Identifying probes as differentially expressed by two or three different methods and detecting enrichment of molecular pathways of strong biological relevance provides some assurance in the accuracy of the findings, as noted above. Also, the strong performance of particular approaches with respect to identifying concordant probes for two different datasets suggests a high degree of reliability in generating robust probe sets.

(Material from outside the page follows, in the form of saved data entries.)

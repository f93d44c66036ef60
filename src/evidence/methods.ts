/** One method that figures of a dossier rest on, for the evidence page. */
export interface Method {
  readonly id: string;
  readonly name: string;
  /** What it yields, in a sentence. */
  readonly whatItIs: string;
  readonly source: string;
  /** Where it holds, and how far off it is known to be there. */
  readonly range: string;
}

const copper: readonly Method[] = [
  {
    id: 'copper-temperature',
    name: 'Conductivity with temperature',
    whatItIs: 'Resistance of the metal rises linearly about 20 °C.',
    source: 'IEC 60028:1925 for annealed copper, 0.00393 1/K',
    range: '−50 to 150 °C, within 1 % of resistance; pure metals',
  },
  {
    id: 'skin-effect',
    name: 'Surface impedance of smooth metal',
    whatItIs: 'Complex impedance of a plane conductor, half space or sheet.',
    source: 'D. M. Pozar, Microwave Engineering, 4th ed., 2012, chapter 1',
    range: 'Good conductor, normal skin effect; the anomalous one adds 0.3 % to copper at 77 GHz',
  },
  {
    id: 'finish-layers',
    name: 'Finish layers by impedance recursion',
    whatItIs: 'Each plated layer transforms the impedance below it as a short lossy line, from the copper outward.',
    source: 'Transmission-line analogy of plane waves in layers, any text',
    range:
      'Flat layers without interdiffusion; conductivity and permeability as stated. On rough faces the texture of an equal half space is laid over the flat result, an approximation of our own',
  },
  {
    id: 'hammerstad',
    name: 'Roughness, Hammerstad',
    whatItIs: 'Loss factor 1 + (2/π) atan(1.4 (Rq/δ)²); no phase: reactance completed by causality, no plane shift.',
    source: 'E. O. Hammerstad and F. Bekkadal, 1975; Hammerstad and Jensen, IEEE MTT-S Digest 1980',
    range:
      '60° grooves across the current: 2 % up to Rq/δ 1.2, 5 % beyond. Saturated above Rq/δ 2.1: it then cannot rank foils',
  },
  {
    id: 'groiss',
    name: 'Roughness, Groiss',
    whatItIs: 'Loss factor 1 + exp(−(δ/2Rq)^1.6); no phase: reactance completed by causality, no plane shift.',
    source: 'S. Groiss et al., IEEE Trans. Magn. 32(3), 1996, pp. 894–897',
    range: 'Rq/δ above 0.3; within 9 % of solved piles of touching balls. Saturated above Rq/δ 2.04',
  },
  {
    id: 'gradient',
    name: 'Roughness, gradient model',
    whatItIs:
      'Complex impedance of a conductivity that rises through the profile as the distribution of heights, with magnetic and electrostatic plane; the wave equation is solved to 1e-6.',
    source: 'G. Gold and K. Helmreich, IMS 2015; IEEE Trans. Microwave Theory Tech. 65(10), 2017',
    range:
      'Texture much finer than the skin depth, current along it. Upper side of the band: 1.1 to 1.36 times the loss of solved compact shapes at Rq/δ 1, 1.4 to 2 times at 2. Its plane shift stems from the tail of the normal distribution',
  },
  {
    id: 'causal-reactance',
    name: 'Reactance of loss-only roughness models',
    whatItIs:
      'The least reactance that causality demands of a loss factor, in closed form for Hammerstad and by quadrature for Groiss. Any plane shift may be added to it and no loss can tell.',
    source:
      'Kramers–Kronig; H. W. Bode, Network Analysis and Feedback Amplifier Design, 1945. Closed form: own derivation',
    range:
      'As the loss factor. Refers to the plane of the currents at very high frequency, which such a model does not know; taken as the mean plane',
  },
  {
    id: 'hall',
    name: 'Roughness, Hall’s hemispheres',
    whatItIs:
      'Loss of hemispherical bosses from radius and pitch, held at 1 or above; reactance as for the sphere term.',
    source: 'S. Hall, S. G. Pytel, P. G. Huray et al., IEEE Trans. Microwave Theory Tech. 55(12), 2007',
    range:
      'Radius from 1.5 skin depths, pitch from 3 radii: 3 % low to 9 % high against solved hemispheres. No plane of its own, taken as the mean plane',
  },
  {
    id: 'huray',
    name: 'Roughness, Huray',
    whatItIs: 'Loss of balls on a flat base from radius and number per area, real form and causal form.',
    source: 'P. G. Huray, The Foundations of Signal Integrity, 2010; causal form J. E. Bracken, DesignCon 2012',
    range:
      'Radius from 2 skin depths, pitch from 4 radii: within 9 % of solved balls. Smaller balls are overstated, 4.7-fold at one skin depth and 18-fold at half. No plane of its own, taken as the mean plane; its reactance is not confirmed',
  },
  {
    id: 'cannonball',
    name: 'Roughness, cannonball stacking',
    whatItIs:
      'Huray’s formula with 14 balls of 0.06 Rz on a tile of 36 radii squared; Rz of 5.5 Rq where it is not stated.',
    source: 'L. Simonovich, 2015–2019',
    range:
      'A calibration rather than a geometry: 1.4 to 2.9 times the loss of its own pile, solved. Ceiling 8.33. No plane of its own, taken as the mean plane',
  },
  {
    id: 'small-perturbation',
    name: 'Roughness, small perturbation',
    whatItIs:
      'Complex impedance to second order in the heights from Rq and correlation length (or Sdr), isotropic, across or along grooves; mean plane, electrostatic plane of the same order.',
    source: 'Own derivation; loss as X. Gu, L. Tsang and H. Braunisch, IEEE Trans. Microwave Theory Tech. 55(3), 2007',
    range:
      'Rms slope of a profile under 0.5: loss factor within 0.0065 at slope 0.28 and 0.0105 at slope 0.5 of solved random profiles, always high; integrals to 1e-8',
  },
  {
    id: 'area-limited-perturbation',
    name: 'Perturbation held to the area ratio',
    whatItIs:
      'The perturbation’s excess loss bent so that it tends to the developed area ratio at high frequency. Carries the band where correlation length or Sdr is known.',
    source: 'Own extension, compared with independently solved random profiles and egg boxes',
    range:
      'Loss factor within 0.01 to slope 0.5, 0.03 to slope 1; steeper egg boxes are overstated by up to half of the excess. Single-valued textures only: no overhanging nodules',
  },
  {
    id: 'ball-pile',
    name: 'Roughness, solved pile of balls',
    whatItIs:
      'Interpolation in three-dimensional solutions of touching balls by Rq; the middle of the band where only Rq is known.',
    source: 'Independent three-dimensional eddy-current solutions made for this project, not measured',
    range: 'Rq/δ to 3.57, 2 to 3 % in loss; its loss factor is held at 2.14 beyond',
  },
  {
    id: 'nodule-stacks',
    name: 'Roughness, stacks of nodules',
    whatItIs:
      'The sphere formula with the exact term of a free ball and the contact found in solved stacks. Carries the band where nodules are known.',
    source:
      'Exact sphere: Landau and Lifshitz, Electrodynamics of Continuous Media, § 59; own fit to independent solutions',
    range:
      'Radius of 0.25 to 2 skin depths, pitch of 2.2 to 6 radii: excess loss within 15 %, slow-wave length within 10 % of solved stacks',
  },
  {
    id: 'slow-wave',
    name: 'Slow wave of rough faces',
    whatItIs:
      'Slow-wave length s = X δ/2 + electrostatic plane of each face; permittivity rises by (s_strip + s_ground − δ)/h, 0.75 of it on a 50 ohm line.',
    source: 'Own derivation; compared with independent sections with solved faces',
    range:
      'First order in s/h, within 3 %. Not to be added to a design permittivity fitted on the same foil and thickness',
  },
];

Some of the issues addressed in this study may be circumvented by using larger replicate numbers or more sophisticated analytical algorithms. However, even when using high end software packages, consideration should still be given as to how different computational approaches affect study outcomes for different datasets [
15]. Furthermore, many researchers lack the expertise to use tools such as
lumi [
12] or
limma [
13] or other Bioconductor packages, which require knowledge of the R programming language. For these reasons, it is important to understand and take into account the strengths and limitations of Illumina-recommended protocols, such as GenomeStudio and GeneSpring, for normalization and differential expression analysis. The findings should not be interpreted as implying that the Illumina platform and software give invalid or incorrect results. Probe sets identified by the GenomeStudio approach showed a high level of concordance with the other approaches, irrespective of the dataset and normalization strategies. However, our findings do indicate that outcomes can be further improved by using other analytical approaches.
Most of the issues raised here are not unique to the Illumina platform. On other platforms, normalization and analysis methods can affect precision, sensitivity and other factors, and a method that is optimal in one context may be problematic in others [
8,
44]. The bead technology of Illumina arrays provides strong internal technical replication that is likely to be particularly important for detecting small expression changes. The platform successfully identified gene expression changes of high probable relevance in our study and appears likely to be appropriate for studies involving small expression changes, provided suitable normalization and analytical strategies are used.